## WHAT TO WORK ON
Check each line of the material below, and copy it if it holds the string "support".

## DATA RECORDS
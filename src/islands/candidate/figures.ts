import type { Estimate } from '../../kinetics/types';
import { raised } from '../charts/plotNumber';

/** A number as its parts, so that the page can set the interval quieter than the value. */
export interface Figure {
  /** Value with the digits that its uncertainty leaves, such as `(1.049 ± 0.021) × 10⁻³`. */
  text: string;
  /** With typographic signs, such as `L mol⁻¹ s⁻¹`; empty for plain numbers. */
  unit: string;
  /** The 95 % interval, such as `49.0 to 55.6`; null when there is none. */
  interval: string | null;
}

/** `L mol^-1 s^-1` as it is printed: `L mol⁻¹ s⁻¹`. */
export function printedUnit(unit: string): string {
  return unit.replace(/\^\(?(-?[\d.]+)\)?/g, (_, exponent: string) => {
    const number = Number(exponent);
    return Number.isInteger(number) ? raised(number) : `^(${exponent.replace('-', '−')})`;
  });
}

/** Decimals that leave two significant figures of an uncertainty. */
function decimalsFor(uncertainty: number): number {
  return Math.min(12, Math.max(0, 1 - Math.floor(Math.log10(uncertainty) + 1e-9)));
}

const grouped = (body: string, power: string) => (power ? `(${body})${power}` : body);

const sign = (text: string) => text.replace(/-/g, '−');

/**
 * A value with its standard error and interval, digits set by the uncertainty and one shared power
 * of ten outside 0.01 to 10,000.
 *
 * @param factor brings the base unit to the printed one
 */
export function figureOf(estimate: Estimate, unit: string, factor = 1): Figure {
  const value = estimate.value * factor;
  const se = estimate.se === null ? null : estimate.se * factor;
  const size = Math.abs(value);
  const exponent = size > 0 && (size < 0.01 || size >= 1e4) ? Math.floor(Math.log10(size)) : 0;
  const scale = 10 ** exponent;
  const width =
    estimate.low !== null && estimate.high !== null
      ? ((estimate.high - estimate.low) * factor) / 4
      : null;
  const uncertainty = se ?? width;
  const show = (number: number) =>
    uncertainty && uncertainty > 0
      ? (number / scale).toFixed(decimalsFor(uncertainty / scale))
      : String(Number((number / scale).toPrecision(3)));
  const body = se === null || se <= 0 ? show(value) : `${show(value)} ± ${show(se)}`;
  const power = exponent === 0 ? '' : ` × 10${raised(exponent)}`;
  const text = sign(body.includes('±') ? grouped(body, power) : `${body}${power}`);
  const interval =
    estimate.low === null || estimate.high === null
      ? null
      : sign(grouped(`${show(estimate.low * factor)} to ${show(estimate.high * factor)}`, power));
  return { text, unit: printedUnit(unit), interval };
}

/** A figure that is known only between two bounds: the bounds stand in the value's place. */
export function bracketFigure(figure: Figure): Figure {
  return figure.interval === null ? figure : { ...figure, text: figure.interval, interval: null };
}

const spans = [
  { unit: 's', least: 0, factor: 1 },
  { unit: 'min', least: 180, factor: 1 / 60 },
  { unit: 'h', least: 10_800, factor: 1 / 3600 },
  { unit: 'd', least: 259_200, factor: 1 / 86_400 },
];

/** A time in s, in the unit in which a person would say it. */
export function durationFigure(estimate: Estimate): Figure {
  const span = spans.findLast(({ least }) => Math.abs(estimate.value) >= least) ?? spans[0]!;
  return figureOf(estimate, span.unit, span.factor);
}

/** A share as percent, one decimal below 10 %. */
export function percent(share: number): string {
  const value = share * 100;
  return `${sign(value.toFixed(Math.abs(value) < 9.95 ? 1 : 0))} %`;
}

--

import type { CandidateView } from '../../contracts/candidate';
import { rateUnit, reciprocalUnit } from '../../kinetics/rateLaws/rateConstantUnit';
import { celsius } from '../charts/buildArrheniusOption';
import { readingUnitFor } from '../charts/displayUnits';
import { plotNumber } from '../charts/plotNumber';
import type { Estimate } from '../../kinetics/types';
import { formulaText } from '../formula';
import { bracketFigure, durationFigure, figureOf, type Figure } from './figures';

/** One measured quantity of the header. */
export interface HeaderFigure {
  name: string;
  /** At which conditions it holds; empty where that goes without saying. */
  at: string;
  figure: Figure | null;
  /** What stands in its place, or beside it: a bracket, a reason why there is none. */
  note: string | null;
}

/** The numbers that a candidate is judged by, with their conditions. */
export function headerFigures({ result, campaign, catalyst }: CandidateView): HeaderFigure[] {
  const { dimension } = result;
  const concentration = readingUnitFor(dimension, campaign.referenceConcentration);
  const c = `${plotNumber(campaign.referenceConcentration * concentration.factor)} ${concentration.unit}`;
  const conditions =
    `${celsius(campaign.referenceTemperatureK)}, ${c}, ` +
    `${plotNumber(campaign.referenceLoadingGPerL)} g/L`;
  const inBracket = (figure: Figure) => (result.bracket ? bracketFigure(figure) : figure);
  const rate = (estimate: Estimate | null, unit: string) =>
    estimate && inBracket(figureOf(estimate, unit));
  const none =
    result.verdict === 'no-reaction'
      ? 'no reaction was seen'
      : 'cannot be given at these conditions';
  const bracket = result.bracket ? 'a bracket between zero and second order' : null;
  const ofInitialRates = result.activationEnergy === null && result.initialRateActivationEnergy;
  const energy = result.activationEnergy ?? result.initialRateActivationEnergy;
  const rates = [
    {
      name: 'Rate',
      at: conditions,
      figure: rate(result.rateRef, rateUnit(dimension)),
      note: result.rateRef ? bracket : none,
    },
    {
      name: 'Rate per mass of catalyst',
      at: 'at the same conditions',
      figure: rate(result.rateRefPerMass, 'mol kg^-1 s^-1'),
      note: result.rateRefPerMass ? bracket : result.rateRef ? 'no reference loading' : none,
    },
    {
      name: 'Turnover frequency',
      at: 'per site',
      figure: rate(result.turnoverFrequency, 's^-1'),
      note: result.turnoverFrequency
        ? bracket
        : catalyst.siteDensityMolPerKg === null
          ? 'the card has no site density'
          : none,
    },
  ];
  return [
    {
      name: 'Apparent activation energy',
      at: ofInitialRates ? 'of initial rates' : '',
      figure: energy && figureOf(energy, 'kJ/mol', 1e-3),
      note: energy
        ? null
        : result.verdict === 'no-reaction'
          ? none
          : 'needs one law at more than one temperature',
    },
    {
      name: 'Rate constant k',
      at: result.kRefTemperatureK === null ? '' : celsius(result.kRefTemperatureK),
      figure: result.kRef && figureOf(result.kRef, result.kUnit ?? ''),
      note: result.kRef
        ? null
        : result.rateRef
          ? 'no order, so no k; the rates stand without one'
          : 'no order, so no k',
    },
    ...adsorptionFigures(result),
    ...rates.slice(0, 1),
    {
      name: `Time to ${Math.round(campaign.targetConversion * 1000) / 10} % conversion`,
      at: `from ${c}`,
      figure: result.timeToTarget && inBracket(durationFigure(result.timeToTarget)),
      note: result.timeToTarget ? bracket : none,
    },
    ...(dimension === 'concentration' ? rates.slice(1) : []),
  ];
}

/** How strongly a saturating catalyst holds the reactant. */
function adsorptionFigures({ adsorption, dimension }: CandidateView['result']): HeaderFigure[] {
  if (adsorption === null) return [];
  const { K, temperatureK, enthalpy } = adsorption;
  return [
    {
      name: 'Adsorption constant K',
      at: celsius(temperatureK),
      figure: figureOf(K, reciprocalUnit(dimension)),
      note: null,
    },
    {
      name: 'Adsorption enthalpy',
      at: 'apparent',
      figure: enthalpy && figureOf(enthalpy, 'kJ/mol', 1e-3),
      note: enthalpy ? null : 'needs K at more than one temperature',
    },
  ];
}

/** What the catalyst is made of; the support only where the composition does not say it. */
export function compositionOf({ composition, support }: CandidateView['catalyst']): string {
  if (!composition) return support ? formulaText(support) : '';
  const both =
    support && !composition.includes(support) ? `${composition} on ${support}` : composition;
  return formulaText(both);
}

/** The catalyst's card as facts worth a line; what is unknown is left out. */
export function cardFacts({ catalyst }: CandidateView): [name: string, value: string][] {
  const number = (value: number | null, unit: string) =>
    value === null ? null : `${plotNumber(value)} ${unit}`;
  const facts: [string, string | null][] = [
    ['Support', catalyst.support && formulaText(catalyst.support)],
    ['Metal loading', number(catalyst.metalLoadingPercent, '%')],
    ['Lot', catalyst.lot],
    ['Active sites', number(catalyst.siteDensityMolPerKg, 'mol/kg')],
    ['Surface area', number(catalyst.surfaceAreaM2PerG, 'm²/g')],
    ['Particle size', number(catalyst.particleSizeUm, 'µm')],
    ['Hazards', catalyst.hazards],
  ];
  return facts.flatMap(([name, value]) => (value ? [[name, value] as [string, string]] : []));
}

* * *

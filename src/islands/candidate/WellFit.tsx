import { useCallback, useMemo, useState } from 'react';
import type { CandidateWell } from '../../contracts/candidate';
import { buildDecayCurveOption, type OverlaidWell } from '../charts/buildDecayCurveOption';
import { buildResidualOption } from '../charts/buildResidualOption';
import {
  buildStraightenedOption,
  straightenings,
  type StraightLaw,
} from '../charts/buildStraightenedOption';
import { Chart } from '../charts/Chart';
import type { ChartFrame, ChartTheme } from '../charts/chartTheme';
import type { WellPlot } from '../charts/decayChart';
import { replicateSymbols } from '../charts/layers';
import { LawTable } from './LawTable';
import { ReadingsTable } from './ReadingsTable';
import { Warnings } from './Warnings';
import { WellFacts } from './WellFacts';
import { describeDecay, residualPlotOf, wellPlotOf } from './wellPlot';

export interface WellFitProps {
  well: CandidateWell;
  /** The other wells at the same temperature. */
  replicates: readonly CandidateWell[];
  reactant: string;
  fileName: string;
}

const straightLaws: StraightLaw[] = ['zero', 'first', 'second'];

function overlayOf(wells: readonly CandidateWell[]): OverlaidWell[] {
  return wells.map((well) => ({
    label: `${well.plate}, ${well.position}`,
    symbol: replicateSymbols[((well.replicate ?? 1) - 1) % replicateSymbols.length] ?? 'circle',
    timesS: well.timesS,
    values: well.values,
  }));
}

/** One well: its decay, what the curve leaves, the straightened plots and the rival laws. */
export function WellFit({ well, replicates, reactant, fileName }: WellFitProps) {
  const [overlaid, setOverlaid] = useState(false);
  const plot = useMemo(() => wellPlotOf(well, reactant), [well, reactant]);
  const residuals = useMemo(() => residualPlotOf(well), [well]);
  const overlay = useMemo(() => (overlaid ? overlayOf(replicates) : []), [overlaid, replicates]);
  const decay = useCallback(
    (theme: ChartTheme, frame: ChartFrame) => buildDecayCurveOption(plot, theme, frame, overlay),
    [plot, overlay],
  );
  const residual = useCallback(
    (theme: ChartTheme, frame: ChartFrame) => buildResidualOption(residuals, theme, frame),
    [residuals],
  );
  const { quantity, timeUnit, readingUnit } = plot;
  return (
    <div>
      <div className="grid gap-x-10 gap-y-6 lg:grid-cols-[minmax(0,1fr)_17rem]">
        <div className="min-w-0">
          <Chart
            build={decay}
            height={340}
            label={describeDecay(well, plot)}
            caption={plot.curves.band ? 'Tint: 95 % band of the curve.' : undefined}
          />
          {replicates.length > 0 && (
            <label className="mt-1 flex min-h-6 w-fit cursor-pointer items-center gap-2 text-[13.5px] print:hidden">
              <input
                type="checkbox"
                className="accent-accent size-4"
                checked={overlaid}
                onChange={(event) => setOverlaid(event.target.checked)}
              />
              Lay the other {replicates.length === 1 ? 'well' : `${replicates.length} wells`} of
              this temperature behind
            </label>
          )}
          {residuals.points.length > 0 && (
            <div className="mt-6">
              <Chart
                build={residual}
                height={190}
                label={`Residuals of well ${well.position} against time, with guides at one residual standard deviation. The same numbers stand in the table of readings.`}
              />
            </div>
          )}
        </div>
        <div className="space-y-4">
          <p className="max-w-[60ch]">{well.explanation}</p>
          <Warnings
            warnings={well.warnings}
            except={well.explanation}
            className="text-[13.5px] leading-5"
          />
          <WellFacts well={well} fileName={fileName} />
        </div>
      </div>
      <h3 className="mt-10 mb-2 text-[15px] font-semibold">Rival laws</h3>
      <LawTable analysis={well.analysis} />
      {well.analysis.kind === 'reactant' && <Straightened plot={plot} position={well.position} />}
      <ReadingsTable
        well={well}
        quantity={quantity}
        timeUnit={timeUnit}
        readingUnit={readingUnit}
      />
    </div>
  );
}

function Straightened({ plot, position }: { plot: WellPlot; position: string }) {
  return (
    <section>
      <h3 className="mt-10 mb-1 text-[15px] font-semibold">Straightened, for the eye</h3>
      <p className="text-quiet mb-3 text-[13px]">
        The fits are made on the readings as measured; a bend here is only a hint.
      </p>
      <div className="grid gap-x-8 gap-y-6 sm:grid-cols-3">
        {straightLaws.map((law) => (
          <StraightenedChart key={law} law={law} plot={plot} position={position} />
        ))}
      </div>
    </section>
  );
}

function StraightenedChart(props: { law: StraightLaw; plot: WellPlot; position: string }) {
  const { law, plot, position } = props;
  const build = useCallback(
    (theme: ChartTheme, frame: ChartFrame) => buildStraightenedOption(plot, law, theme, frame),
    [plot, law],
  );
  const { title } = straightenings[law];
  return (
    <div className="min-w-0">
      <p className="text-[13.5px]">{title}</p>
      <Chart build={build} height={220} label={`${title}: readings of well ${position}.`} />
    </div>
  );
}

## SOLUTION FOR THIS EXERCISE
/** What the catalyst is made of; the support only where the composition does not say it. */
export function compositionOf({ composition, support }: CandidateView['catalyst']): string {
  if (!composition) return support ? formulaText(support) : '';
    support && !composition.includes(support) ? `${composition} on ${support}` : composition;
    ['Support', catalyst.support && formulaText(catalyst.support)],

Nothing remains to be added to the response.